Made as part of Feral Neighbours, a cycle of drawings and paintings from 2016 inspired by childhood memories of Moscow, Sanya Kantarovsky’s three compositions are relatively spare drawings of graphical precision, and like scenes cleaved from an unbelievable dream, these are uncanny compositions where meaning is elusive and reality is never fixed. Kantarovsky’s subjects read, pose in the nude, lounge, receive CPR, and look aghast and angry all in rich tumbling lines. One of the drawings, in which a man intensely reading fails to notice the legs of a naked man overhead, is a study for the painting Bubbles.
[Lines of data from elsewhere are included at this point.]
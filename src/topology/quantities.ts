// The numbers a design gives netbrace to compute with, and the range each may take. Every
// format checks them here, at the line they are written on, so that no reader lets through a
// value the metrics cannot use: a subnormal length (1e-310) divides into Infinity and makes R
// NaN, a length near 1e308 overflows a sum of paths to Infinity. Zero stays allowed where it
// was (it means "no cost" and the metrics that divide by a cost then do not apply).
//
// The bounds are sanity limits, not physics: each is far beyond any real network and far
// inside what double precision sums over two million elements without overflow or loss.
//   length   1e-6 … 1e6 km: 1 mm to 25 times the Earth's circumference (40,075 km);
//            earth-scale sanity, common practice for geographic data.
//   latency  1e-6 … 1e6 ms: 1 ns to 1,000 s; a geostationary satellite hop is about 250 ms
//            one way (from memory).
//   capacity 1e-9 … 1e9 Gbit/s: 1 bit/s to 1 Zbit/s; single-fibre records are near 1 Pbit/s
//            = 1e6 Gbit/s (from memory).
//   weight   1e-9 … 1e9 (no unit): routing weights are 16-bit OSPF costs (RFC 2328, the
//            router-LSA metric) or 24-bit IS-IS wide metrics (RFC 5305, TLV 22), from memory;
//            both fit with room.
//   volume   1e-12 … 1e15 (any consistent unit): Pbit/s written in bit/s still fits.
// Coordinates keep their own ranges (±90°, ±180°); like every number, they must be normal.

/** Smallest positive normal double (2^-1022); anything non-zero and smaller is subnormal. */
export const MIN_NORMAL = 2.2250738585072014e-308;

export type Quantity = 'length' | 'latency' | 'capacity' | 'weight' | 'volume';

export interface QuantityRange {
  /** Smallest positive value accepted (0 itself is accepted too). */
  min: number;
  max: number;
  unit: string;
}

export const QUANTITY_RANGE: Readonly<Record<Quantity, QuantityRange>> = {
  length: { min: 1e-6, max: 1e6, unit: 'km' },
  latency: { min: 1e-6, max: 1e6, unit: 'ms' },
  capacity: { min: 1e-9, max: 1e9, unit: 'Gbit/s' },
  weight: { min: 1e-9, max: 1e9, unit: '' },
  volume: { min: 1e-12, max: 1e15, unit: '' },
};

/** Why `n` is not a number anyone computes with (non-finite or subnormal), else undefined. */
export function nonNormal(n: number): string | undefined {
  if (Number.isNaN(n)) return 'is not a number (NaN)';
  if (!Number.isFinite(n)) return 'is infinite (or too large for a number)';
  if (n !== 0 && Math.abs(n) < MIN_NORMAL)
    return 'is so close to 0 that it cannot be computed with (a subnormal number)';
  return undefined;
}

/** 1e9 rather than 1000000000, 0.5 as it is. */
/**
 * The first number in a parsed document (design or policy) that is NaN, infinite or
 * subnormal, with its path; top-level keys in `skip` (free-form metadata) are not searched.
 */
export function firstNonNormal(
  v: unknown,
  path: (string | number)[],
  skip?: ReadonlySet<string>,
): { path: (string | number)[]; why: string } | undefined {
  // One path array, extended and shortened in place: a large design has many numbers.
  if (typeof v === 'number') {
    const why = nonNormal(v);
    return why ? { path: [...path], why } : undefined;
  }
  if (v === null || typeof v !== 'object') return undefined;
  const entries: [string | number, unknown][] = Array.isArray(v) ? v.map((x, i) => [i, x]) : Object.entries(v);
  for (const [k, x] of entries) {
    if (typeof x !== 'number' && (x === null || typeof x !== 'object')) continue;
    if (path.length === 0 && typeof k === 'string' && skip?.has(k)) continue;
    path.push(k);
    const found = firstNonNormal(x, path);
    path.pop();
    if (found) return found;
  }
  return undefined;
}

export const fmt = (n: number): string =>
  Math.abs(n) >= 1e5 || (n !== 0 && Math.abs(n) < 1e-3) ? n.toExponential().replace('e+', 'e') : String(n);
const shown = (n: number, unit: string) => `${fmt(n)}${unit ? ` ${unit}` : ''}`;

/**
 * What is wrong with `value` as a `kind` (a sentence starting after its name, with a hint), or
 * undefined when it is fine. Negative values are refused; 0 is accepted.
 */
export function quantityProblem(
  kind: Quantity,
  value: number,
  written?: string,
): { message: string; hint: string } | undefined {
  const as =
    written !== undefined && written.trim() !== String(value) && written.trim() !== fmt(value)
      ? ` (written ${written.trim()})`
      : '';
  const bad = nonNormal(value);
  const r = QUANTITY_RANGE[kind];
  const range = `netbrace accepts 0 or ${shown(r.min, r.unit)} to ${shown(r.max, r.unit)}`;
  if (bad)
    return {
      message: `${bad}${as}`,
      hint: Number.isFinite(value) ? `${range}; write 0 for none` : `${range}; check the unit`,
    };
  if (value < 0) return { message: `must not be negative (${value})`, hint: range };
  if (value > r.max)
    return {
      message: `is ${fmt(value)}${as}, above the limit of ${shown(r.max, r.unit)}`,
      hint: `${range}; check the unit`,
    };
  if (value > 0 && value < r.min)
    return {
      message: `is ${fmt(value)}${as}, below the smallest value accepted (${shown(r.min, r.unit)})`,
      hint: `${range}; write 0 for none`,
    };
  return undefined;
}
These are figures who feel magically and mysteriously unresolved, set within indecipherable landscapes; as Kantarovsky himself said, ‘It’s like a moment that never existed but that you feel you’ve seen before’ (S. Kantarovsky quoted in R. Cembalest, ‘Sanya Kantarovsky’s Literary Drive’, W, April 30, 2015, p. 2). Although seemingly familiar, the three drawings refract and exaggerate the recognisable to create a mirror world of an exaggerated reality.

Kantarovsky is fascinated by narrative imagery in all forms, an interest he developed when he was a young child exploring the Pushkin State Museum of Fine Arts in Moscow. At ten, Kantarovsky and his family immigrated to Brooklyn, and his unique and arresting visual language is filtered through the lineages of both Old Russian Masters and Western Modernism. His practice is a blend of inspirations that traverse time and space, and Kantarovsky’s works have also cited cartoons, fairy tales, children’s books, and Soviet propaganda imagery, among others. Certainly, the black humour that overflows from and suffuses these works looks to the Soviet magazine Krokodil, a satirical publication that lampooned capitalism and Western bourgeois values; the periodical remains an enduring aesthetic touchstone. For Feral Neighbours, Kantarovsky reflected on the countless blocks of identical flats, and against this backdrop of restriction and regulation, private dramas and dreams played out, which the artist probes here. For the artist, humour is ‘radically literal, the idiomatic expressions made real’ and what underpins his compositions (J. Fiduccia, ‘Highlights: Sanya Kantarovsky’, Kaleidoscope, vol. 14, Spring 2012, p. 36).